Peki eksik olan nedir? 2 önemli eksiğimiz var! Birincisi alt yapı. Diğeri ise sporcu yetiştirme sistemi. Son 17 yılda sporcu yetiştirme konusunda Cumhuriyet tarihinin en önemli sayılarına ulaştık.
Şu ana kadar 16 büyük stadyumu tamamladık. 12'sinin inşaatı, 9'unun da projelendirmesi devam ediyor. Daha önce 278 bin olan lisanslı sporcu sayımız 9 milyon 741 bine ulaşmıştır. Faal sporcu sayımız ise 200 binlerden 4 milyon 870 bine çıkmıştır. İnşallah bu rakamlar her sene artarak devam edecektir.
Bizim zamanımızda nerede böyle yeşil sahalar. Toprak sahalarda oynuyorduk. Şimdi yeşil sahaları beğenmez olduk. Birçok ülkeyle mukayase edilemeyecek statlara sahip olduk. Nerelerden nerelere geldik. Artık neticeye koşmamız lazım. Önem vermemiz gereken bir diğer husus okullardır. Kenan Evren Lises'inden vasıflı sporlar yetişecektir.
"FENERBAHÇE ÜLKENİN İSTİKBALİNE HİZMET ETMEK İÇİN VÜCUT BULMUŞTUR"

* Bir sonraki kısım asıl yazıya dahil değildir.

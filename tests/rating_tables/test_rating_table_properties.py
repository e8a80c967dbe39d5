"""Properties of the table format and rater on random tables (hypothesis).

Random valid tables and books (missing values where a factor has a missing row) rate to the
product formula, computed independently here with plain Python loops; every valid table survives write and read unchanged; mutated files are refused with
TableError and never with another exception.
"""

from __future__ import annotations

import csv
import io
import json
import math
import tempfile
from pathlib import Path

import numpy as np
import pandas as pd
from hypothesis import HealthCheck, given, settings
from hypothesis import strategies as st

from rating_tables import (
    Bands,
    CategoricalFactor,
    InteractionFactor,
    Loadings,
    MissingRow,
    NumericFactor,
    RatingTable,
    Rounding,
    TableError,
    load,
    rate,
    save,
)

INF = math.inf
SETTINGS = settings(max_examples=60, deadline=None, suppress_health_check=[HealthCheck.too_slow])
RELATIVITY = st.floats(0.05, 20.0)
EXPOSURE = st.floats(0.0, 1e5)
LEVEL = st.text(st.characters(codec="utf-8", exclude_categories=("Cs",)), min_size=1, max_size=6)
EDGE = st.floats(-1e6, 1e6, allow_nan=False, allow_infinity=False)
UNKNOWN = "\u2603 not a level"


def _edges(draw, max_size: int = 5) -> list[float]:
    return sorted(set(draw(st.lists(EDGE, max_size=max_size))))


def _values(draw, strategy, n):
    return draw(st.lists(strategy, min_size=n, max_size=n))


def _missing_row(draw, indicated: bool, credibility: bool) -> MissingRow | None:
    """No missing row, or one with the optional values the factor has columns for (NaN allowed)."""
    if not draw(st.booleans()):
        return None
    return MissingRow(
        draw(RELATIVITY),
        draw(EXPOSURE),
        draw(RELATIVITY | st.just(math.nan)) if indicated else math.nan,
        draw(st.floats(0, 1) | st.just(math.nan)) if credibility else math.nan,
    )


@st.composite
def tables(draw) -> RatingTable:
    factors: list = []
    for k in range(draw(st.integers(1, 2))):
        edges = _edges(draw)
        n = len(edges) + 1
        indicated = draw(st.none() | st.just(_values(draw, RELATIVITY, n)))
        factors.append(
            NumericFactor(
                f"x{k}",
                draw(st.sampled_from(["none", "increasing", "decreasing"])),
                [-INF, *edges],
                [*edges, INF],
                _values(draw, RELATIVITY, n),
                _values(draw, EXPOSURE, n),
                indicated=indicated,
                missing=_missing_row(draw, indicated is not None, False),
            )
        )
    for k in range(draw(st.integers(1, 2))):
        levels = draw(st.lists(LEVEL, min_size=1, max_size=5, unique=True).filter(lambda ls: UNKNOWN not in ls))
        n = len(levels)
        credibility = draw(st.none() | st.just(_values(draw, st.floats(0, 1), n)))
        factors.append(
            CategoricalFactor(
                f"c{k}",
                "none",
                tuple(levels),
                _values(draw, RELATIVITY, n),
                _values(draw, EXPOSURE, n),
                fallback=draw(st.none() | st.sampled_from(levels)),
                base=draw(st.none() | st.sampled_from(levels)),
                credibility=credibility,
                missing=_missing_row(draw, False, credibility is not None),
            )
        )
    if draw(st.booleans()):
        edges = _edges(draw, 3)
        levels = draw(st.permutations(factors[-1].levels))
        shape = (len(edges) + 1, len(levels))
        matrix = np.array(_values(draw, RELATIVITY, shape[0] * shape[1])).reshape(shape)
        factors.append(
            InteractionFactor(
                f"x0__{factors[-1].name}",
                ("x0", factors[-1].name),
                Bands([-INF, *edges], [*edges, INF]),
                tuple(levels),
                matrix,
            )
        )
    variable = draw(st.floats(0, 0.6))
    loadings = Loadings(
        draw(st.floats(0, 0.3)), draw(st.floats(0, 100)), variable, draw(st.floats(0, 0.3)), draw(st.floats(0, 200))
    )
    return RatingTable(
        "random-table",
        "2027-01-01",
        draw(st.floats(0.01, 1e4)),
        "policy-year",
        tuple(factors),
        loadings,
        Rounding(draw(st.integers(0, 6)), draw(st.integers(0, 4))),
        target={"basis": "experience", "total_pure_premium": draw(st.floats(1, 1e9))},
    )


@st.composite
def tables_and_books(draw) -> tuple[RatingTable, pd.DataFrame]:
    table = draw(tables())
    n = draw(st.integers(1, 25))
    book = {}
    for f in table.main_factors:
        if isinstance(f, NumericFactor):
            edges = [x for x in f.lower if math.isfinite(x)] or [0.0]
            values = st.sampled_from(edges) | st.floats(-2e6, 2e6)
            book[f.name] = _values(draw, values | st.just(math.nan) if f.missing else values, n)
        else:
            stand_in = f.fallback is not None or f.base is not None
            pool = list(f.levels) + ([UNKNOWN] if stand_in else [])
            book[f.name] = _values(draw, st.sampled_from(pool + ([None, ""] if f.missing else [])), n)
    book["exposure"] = _values(draw, st.floats(0, 10), n)
    return table, pd.DataFrame(book)


def _band(lower, upper, x) -> int:
    for i in range(len(lower)):
        if lower[i] <= x < upper[i] or (x == INF and upper[i] == INF):
            return i
    raise AssertionError(f"no band for {x}")


def _level(factor: CategoricalFactor, value: str) -> int:
    for i, level in enumerate(factor.levels):
        if level == value:
            return i
    return factor.levels.index(factor.fallback if factor.fallback is not None else factor.base)


def _is_missing(value) -> bool:
    return value is None or value == "" or (isinstance(value, float) and math.isnan(value))


def _pure_by_loops(table: RatingTable, book: pd.DataFrame) -> list[float]:
    out = []
    for r in range(len(book)):
        cells, product = {}, table.base_rate
        for f in table.factors:
            if not isinstance(f, InteractionFactor) and _is_missing(book[f.name][r]):
                cells[f.name] = None
                product *= f.missing.relativity
            elif isinstance(f, NumericFactor):
                cells[f.name] = book[f.name][r]
                product *= f.relativity[_band(f.lower, f.upper, book[f.name][r])]
            elif isinstance(f, CategoricalFactor):
                cells[f.name] = f.levels[_level(f, book[f.name][r])]
                product *= f.relativity[_level(f, book[f.name][r])]
            elif cells[f.of[0]] is None or cells[f.of[1]] is None:
                continue  # a two-way table gives 1.0 to a row missing on either side
            else:
                a, b = f.of
                i = _band(f.a_cells.lower, f.a_cells.upper, cells[a])
                j = f.b_cells.index(cells[b])
                product *= f.relativity[i, j]
        out.append(product * book["exposure"][r])
    return out


@SETTINGS
@given(tables_and_books())
def test_random_tables_rate_to_the_product_formula(case):
    table, book = case
    rated = rate(table, book, "exposure")
    expected = _pure_by_loops(table, book)
    half_unit = 0.5 * 10.0**-table.rounding.premium_decimals * (1 + 1e-9)
    for got, want in zip(rated["pure_premium"], expected):
        assert abs(got - want) <= half_unit + 1e-12 * abs(want)
    lo = table.loadings
    for got, pure, e in zip(rated["gross_premium"], expected, book["exposure"]):
        if e == 0:
            assert got == 0.0
            continue
        term = ((pure / e) * (1 + lo.lae_ratio) + lo.fixed_expense) / (1 - lo.variable_expense - lo.profit)
        gross = max(lo.minimum_premium, term) * e  # the minimum is per full term, earned with the exposure
        assert abs(got - gross) <= half_unit + 1e-9 * gross
    categorical = book.astype({f.name: "category" for f in table.main_factors if isinstance(f, CategoricalFactor)})
    np.testing.assert_array_equal(rate(table, categorical, "exposure")["pure_premium"], rated["pure_premium"])


@SETTINGS
@given(tables_and_books())
def test_write_then_read_gives_the_same_table_bytes_and_premiums(case):
    table, book = case
    with tempfile.TemporaryDirectory() as tmp:
        save(table, Path(tmp) / "a")
        loaded = load(Path(tmp) / "a")
        assert loaded == table
        save(loaded, Path(tmp) / "b")
        for path in (Path(tmp) / "a").rglob("*.*"):
            assert path.read_bytes() == (Path(tmp) / "b" / path.relative_to(Path(tmp) / "a")).read_bytes()
    assert (
        rate(loaded, book, "exposure")["gross_premium"].tolist()
        == rate(table, book, "exposure")["gross_premium"].tolist()
    )


def _rows(path: Path) -> list[list[str]]:
    return list(csv.reader(io.StringIO(path.read_text(encoding="utf-8"), newline="")))


def _write_rows(path: Path, rows: list[list[str]]) -> None:
    buffer = io.StringIO()
    csv.writer(buffer, lineterminator="\n").writerows(rows)
    path.write_text(buffer.getvalue(), encoding="utf-8")


def _loads_or_table_error(folder: Path) -> None:
    try:
        assert isinstance(load(folder), RatingTable)
    except TableError as e:
        assert "\n" not in str(e) and str(folder) in str(e)


MUTATION = st.sampled_from(["field", "drop", "duplicate", "truncate", "byte"])


@SETTINGS
@given(tables(), st.data())
def test_mutated_factor_files_load_or_raise_table_error(table, data):
    with tempfile.TemporaryDirectory() as tmp:
        folder = Path(tmp) / "t"
        save(table, folder)
        path = folder / data.draw(st.sampled_from([f.file for f in table.factors]))
        kind = data.draw(MUTATION)
        raw = path.read_bytes()
        if kind == "truncate":
            path.write_bytes(raw[: data.draw(st.integers(0, len(raw)))])
        elif kind == "byte":
            i = data.draw(st.integers(0, len(raw) - 1))
            path.write_bytes(raw[:i] + bytes([data.draw(st.integers(0, 255))]) + raw[i + 1 :])
        else:
            rows = _rows(path)
            r = data.draw(st.integers(0, len(rows) - 1))
            if kind == "field":
                rows[r][data.draw(st.integers(0, len(rows[r]) - 1))] = data.draw(st.text(max_size=8))
            elif kind == "drop":
                del rows[r]
            else:
                rows.insert(r, list(rows[r]))
            _write_rows(path, rows)
        _loads_or_table_error(folder)


@SETTINGS
@given(tables(), st.data())
def test_invalid_relativities_gaps_and_repeated_levels_are_refused(table, data):
    with tempfile.TemporaryDirectory() as tmp:
        folder = Path(tmp) / "t"
        save(table, folder)
        factor = data.draw(st.sampled_from(table.main_factors))
        path = folder / factor.file
        rows = _rows(path)
        r = data.draw(st.integers(1, len(rows) - 1))
        how = data.draw(
            st.sampled_from(
                ["relativity", "repeat"] + (["gap"] if isinstance(factor, NumericFactor) and len(rows) > 3 else [])
            )
        )
        if how == "relativity":
            rows[r][rows[0].index("relativity")] = data.draw(
                st.sampled_from(["0", "-1", "abc", "", "nan", "inf", "1e400"])
            )
        elif how == "repeat":
            rows.insert(r, list(rows[r]))
        else:
            del rows[data.draw(st.integers(2, len(rows) - 2))]
        _write_rows(path, rows)
        try:
            load(folder)
        except TableError as e:
            assert factor.file in str(e)
        else:
            raise AssertionError(f"{how} on {factor.file} was not refused")


JSON_VALUE = st.sampled_from([None, True, -1, 0, 1.5, 1e400, "x", "../x", "/abs", [], {}, ["a", "b"]])


@SETTINGS
@given(tables(), st.data())
def test_mutated_table_json_loads_or_raises_table_error(table, data):
    with tempfile.TemporaryDirectory() as tmp:
        folder = Path(tmp) / "t"
        save(table, folder)
        meta = json.loads((folder / "table.json").read_text())
        holder = meta
        for _ in range(data.draw(st.integers(0, 2))):
            children = [
                k
                for k, v in (holder.items() if isinstance(holder, dict) else enumerate(holder))
                if isinstance(v, (dict, list)) and v
            ]
            if not children:
                break
            holder = holder[data.draw(st.sampled_from(children))]
        keys = list(holder.keys()) if isinstance(holder, dict) else list(range(len(holder)))
        if keys:
            key = data.draw(st.sampled_from(keys))
            if data.draw(st.booleans()):
                holder[key] = data.draw(JSON_VALUE)
            else:
                del holder[key]
        (folder / "table.json").write_text(json.dumps(meta))
        _loads_or_table_error(folder)
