"""premiumlab: GLM baselines, boosted trees and banded rating tables for insurance pricing."""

Kulüplerimizden alt yapı dediğimiz alana çok daha önem vermelerini bekliyoruz. Bu bakımdan zaman zaman bir araya geldiğimizde başkanlarımıza söylüyorum. Artık Fenerbahçe'nin basketboldaki başarısı yadsınamaz bunu artırarak devam etmeliyiz. Madalyalara kollektiften çok bireyselde. O yüzden bu sporlara biraz daha destek vermemiz lazım. Mesela yüzme. Bize göre bir kulüp tüm branşlardaki başarılarla adını hak eder.
Sporda kollektifizm çok önemli, siyasette de böyle. Takımlarımız başarısı çok önemli bir propaganda aracıdır. Esasen Fenerbahçe bir spor kulübü olarak kurulmamıştır. Fenerbahçe bu ülkenin istikbaline hizmet etmek için vücut bulmuş bir kulüptür.
Son günlerde sınırlarımızda tarihi önemde gelişmeler yaşanıyor. PKK ve YPG saldırılarını önlemek için sınırlarımızda güvenli bir bölge oluşturduk. Barış Pınarı Harekatı'yla hedefimize büyük oranda ulaştık. Bölgeyi kontrol altına alarak güvenli hale getirdik. 15 saat sonra YPG temizlenmezse işi biz ele alacağız.
Biz asla teröristlerle masaya oturmayız. ABD ile oturduk, 120 saatte temizleyin sonra biz kontrolü alacağız dedik. Şu anda ABD, YPG'yi temizlediklerine dair yazı gönderdi ama temizleyemediler. Aynı anlaşmayı Rusya ile de yaptık. 150 saat sonunda burası teröristlerden temizlenmezse ondan sonra bu işi biz ele alacağız ve bütün temizliği biz yapacağız.
Biz size artık silah vermiyoruz dediler. SİHA vermediler ne oldu şimdi biz üretiyoruz. Geldiğimizde yüzde 20'sini karşılıyorduk savunma sanayii'nin şimdi yüzde 70'ini karşılıyoruz. İçeride ve dışarıda bu kadar rahat edebiliyorsak demek ki artık imkanlarımız çoğaldı.
Dürüst değiller. Bakın AB'nin bize verdiği sözler var. Aynı yılda 3+3 milyar euro destek vereceğiz dediler. Vermediler. Sadece 3 milyar euro verdiler. Biz ise 40 milyar euro harcadık. "Projeleri bitirdik destek verin yapalım" diyoruz, vermiyorlar. Hep yalan doğru konuşmuyorlar. Terör örgütü sınırlarımızda saldırılarını sürdürürse nereye kadar kaçarlarsa oraya kadar kovalayacağız. Eğer güvenli bölge projelerine destek vermezlerse sınırlarımızı açmaktan başka çaremiz kalmaz. Şantaj yapmıyoruz, meşru destek talebimizi iletiyoruz. Biz sadece ve sadece kendi vatandaşlarımızın ve Suriyeli kardeşlerimizin haklarını korumaya çalışıyorum.